Tyler hits every note squarely in this novel about meeting life head-on. Liam Pennywell, middle-class Baltimorean, sharp of thought though mild of tongue, has been drifting along in steady retreat since he was a young man. Because this is Tyler’s world, he copes with stoic irony, rather than succumbing to despair. At 60, however, having reached a nadir—he loses his job teaching fifth-grade history at a second-rate school and moves from his substantial place to a “rinky-dink starter apartment”—he gets a do-over. The means is entirely Tyler-esque: quirky, unexpected, entertaining, and involving an eccentric but stubbornly purposeful woman. And the result, a believable mix of satisfaction and regret, of progress that doesn’t erase the setbacks that have come before, is worthy of this mistress of her craft.

Just Like Us
Helen Thorpe
Scribner

In this, her first book, Thorpe, an accomplished journalist, vividly chronicles the coming-of-age of four Mexican American teenagers in Colorado. The young women struggle to reconcile an elusive American dream with the irony of their situations—only two of them have immigration papers, an invisible distinction that sets them at odds with one another and with the nation they consider home.

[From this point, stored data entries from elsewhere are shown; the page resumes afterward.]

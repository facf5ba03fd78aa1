import fc from 'fast-check'
import { expect, test } from 'vitest'
import { EngineFault } from '../../src/engine/faults.ts'
import type { Answer } from '../../src/engine/index.ts'
import { calculateBlock, calculateGroup, calculateSinglePile, replay } from '../../src/engine/index.ts'
import type { GroupRequest } from '../../src/engine/requests.ts'

/** Ground that every method can answer: all parameters given. */
const layer = fc.oneof(
  fc.record({
    name: fc.constant('clay'),
    soil: fc.constant('cohesive' as const),
    thickness: fc.double({ min: 0.5, max: 9, noNaN: true }),
    unitWeight: fc.double({ min: 14, max: 22, noNaN: true }),
    effectiveFrictionAngle: fc.double({ min: 18, max: 30, noNaN: true }),
    overconsolidationRatio: fc.double({ min: 1, max: 6, noNaN: true }),
    undrainedShearStrength: fc.oneof(
      fc.double({ min: 10, max: 240, noNaN: true }),
      fc.record({
        top: fc.double({ min: 10, max: 100, noNaN: true }),
        bottom: fc.double({ min: 20, max: 200, noNaN: true }),
      }),
    ),
  }),
  fc.record({
    name: fc.constant('sand'),
    soil: fc.constant('granular' as const),
    thickness: fc.double({ min: 0.5, max: 9, noNaN: true }),
    unitWeight: fc.double({ min: 14, max: 22, noNaN: true }),
    frictionAngle: fc.double({ min: 26, max: 40, noNaN: true }),
    relativeDensity: fc.double({ min: 36, max: 95, noNaN: true }),
    sptN60: fc.double({ min: 5, max: 50, noNaN: true }),
  }),
)
const section = fc.oneof(
  fc.record({ shape: fc.constant('circular' as const), diameter: fc.double({ min: 0.3, max: 1.5, noNaN: true }) }),
  fc.record({ shape: fc.constant('square' as const), width: fc.double({ min: 0.2, max: 0.6, noNaN: true }) }),
  fc.record({
    shape: fc.constant('tubular' as const),
    diameter: fc.double({ min: 0.4, max: 1.2, noNaN: true }),
    wallThickness: fc.double({ min: 0.008, max: 0.03, noNaN: true }),
    toe: fc.constantFrom('open' as const, 'closed' as const),
  }),
  fc.record({
    shape: fc.constant('h' as const),
    depth: fc.double({ min: 0.2, max: 0.4, noNaN: true }),
    flangeWidth: fc.double({ min: 0.2, max: 0.4, noNaN: true }),
    area: fc.double({ min: 0.008, max: 0.02, noNaN: true }),
  }),
)
const methods = fc.record({
  cohesiveShaft: fc.constantFrom(
    'rp2geo-2011',
    'rp2a-1984',
    'randolph-murphy-1985',
    'kolk-van-der-velde-1996',
    'skempton-1959',
    'oneill-reese-1999',
    'gec10-2018',
    'burland-1973',
    { method: 'specified-alpha', alpha: 0.45 } as const,
  ),
  cohesiveBase: fc.constantFrom('skempton-1951', 'linear-depth', 'nhi-2006', 'oneill-reese-1999', {
    method: 'specified-nc',
    bearingFactor: 9,
  } as const),
  granularShaft: fc.constantFrom('beta-effective-stress', 'navfac-1986', 'rp2geo-2011', 'oneill-reese-1999', {
    method: 'specified-beta',
    beta: 0.3,
  } as const),
  granularBase: fc.constantFrom('navfac-1986', 'janbu-1976', 'rp2geo-2011', 'oneill-reese-1999'),
}) as fc.Arbitrary<GroupRequest['methods']>
const designBasis = fc.constantFrom(
  undefined,
  { format: 'overall-factor', factor: 2.5, split: { shaft: 1.5, base: 3 } },
  ...['DA1-1', 'DA1-2', 'DA2', 'DA3'].map((approach) => ({
    format: 'en1997-1-2004',
    approach,
    characteristic: { route: 'model-factor', value: 1.4 },
  })),
  { format: 'custom', shaft: 0.45, base: 0.4, block: 0.55, uplift: 0.35 },
) as fc.Arbitrary<GroupRequest['designBasis']>

const request: fc.Arbitrary<GroupRequest> = fc.record({
  pile: fc.record({
    section,
    length: fc.double({ min: 3, max: 12, noNaN: true }),
    headDepth: fc.double({ min: 0, max: 2, noNaN: true }),
    installation: fc.constantFrom('driven' as const, 'bored' as const, 'continuous-flight-auger' as const),
  }),
  ground: fc.record({
    waterTableDepth: fc.option(fc.double({ min: 0, max: 12, noNaN: true }), { nil: undefined }),
    layers: fc
      .tuple(
        layer,
        layer,
        layer,
        fc.constant({
          name: 'deep clay',
          soil: 'cohesive' as const,
          unitWeight: 20,
          undrainedShearStrength: 120,
          effectiveFrictionAngle: 24,
        }),
      )
      .map((l) => [...l]),
  }),
  direction: fc.constantFrom('compression' as const, 'uplift' as const),
  layout: fc.constantFrom(
    { kind: 'grid', columns: 3, rows: 2, spacing: 4 } as const,
    { kind: 'ring', count: 5, radius: 4 } as const,
    {
      kind: 'points',
      points: [
        { x: 0, y: 0 },
        { x: 5, y: 1 },
      ],
    } as const,
  ),
  methods,
  designBasis,
})

/** Every number of a result is the value of the step that it is tied to. */
function complete(answer: Answer<unknown>): void {
  const steps = new Map(answer.trace!.steps.map((s) => [s.id, s]))
  const walk = (node: unknown, pointer: string): void => {
    if (typeof node === 'number') expect(steps.get(answer.trace!.results[pointer] ?? '')?.value, pointer).toBe(node)
    else if (node && typeof node === 'object') for (const [k, v] of Object.entries(node)) walk(v, `${pointer}/${k}`)
  }
  walk(answer.result, '')
}

test('closed, complete, replayable, and the same with the trace off: 1000 generated requests', {
  timeout: 240_000,
}, () => {
  let answered = 0
  fc.assert(
    fc.property(request, fc.constantFrom(calculateSinglePile, calculateBlock, calculateGroup), (asked, calculate) => {
      const { layout, ...single } = asked
      const input = (calculate === calculateSinglePile ? single : asked) as GroupRequest
      let answer: Answer<unknown>
      try {
        answer = calculate(input, { trace: true })
      } catch (fault) {
        // Some methods refuse some strengths; the refusal names where.
        expect(fault).toBeInstanceOf(EngineFault)
        for (const f of (fault as EngineFault).faults) {
          expect(['method-not-applicable', 'missing-thickness', 'piles-overlap']).toContain(f.code)
        }
        return
      }
      answered++
      complete(answer)
      expect(calculate(input, { trace: false }).result).toEqual(answer.result)
      expect(JSON.stringify(calculate(input, { trace: true }))).toBe(JSON.stringify(answer))
      expect(replay(answer.trace!, input).steps.filter((step) => !step.holds)).toEqual([])
    }),
    { numRuns: 1000 },
  )
  expect(answered).toBeGreaterThan(600)
})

The author, drawn into the tumultuous world of the girls and their families, sees her relationship with her subjects complicated when an illegal immigrant murders a local police officer, ensnaring Thorpe’s husband, who is the mayor of Denver, in a political maelstrom. Thorpe’s dual vantage point affords her insight into the loyalties—familial, cultural, financial—that color American perspectives on immigration, and she presents them here with measured compassion. By casting the girls’ experiences, and her own, against the larger policy debate, Thorpe personalizes an often generalized problem, and delves into questions of opportunity and identity to examine the “intersection between the terrible mystery of our being” and the “inevitably flawed fashion” in which we govern ourselves.

A Gate at the Stairs
Lorrie Moore
Knopf

This highly praised and widely anticipated bildungsroman has an undisciplined plot—it’s set after 9/11, so why not throw in a terrorist boyfriend (people aren’t always what they seem, get it?)—contrived situations (what prospective adoptive mother would want her prospective college-girl nanny to accompany her on interviews with birth mothers?), and many brilliantly tedious pages intended to show that people are tedious when talking about racism or about their feelings when their boyfriends ditch them. Perhaps Moore means to suggest that much of life does, in fact, hover on the edge of the surreal: Who can believe the terrible things that happen? Moore deploys her justly celebrated wit relentlessly, to an effect that is sometimes exhilarating, often entertaining, and more than occasionally irritating; but the wordplay also continually reminds the reader that the world on the page is not real. Still, the sense of irredeemable loss at the end is true enough and persistent. This is not a great novel, but it has pieces of one.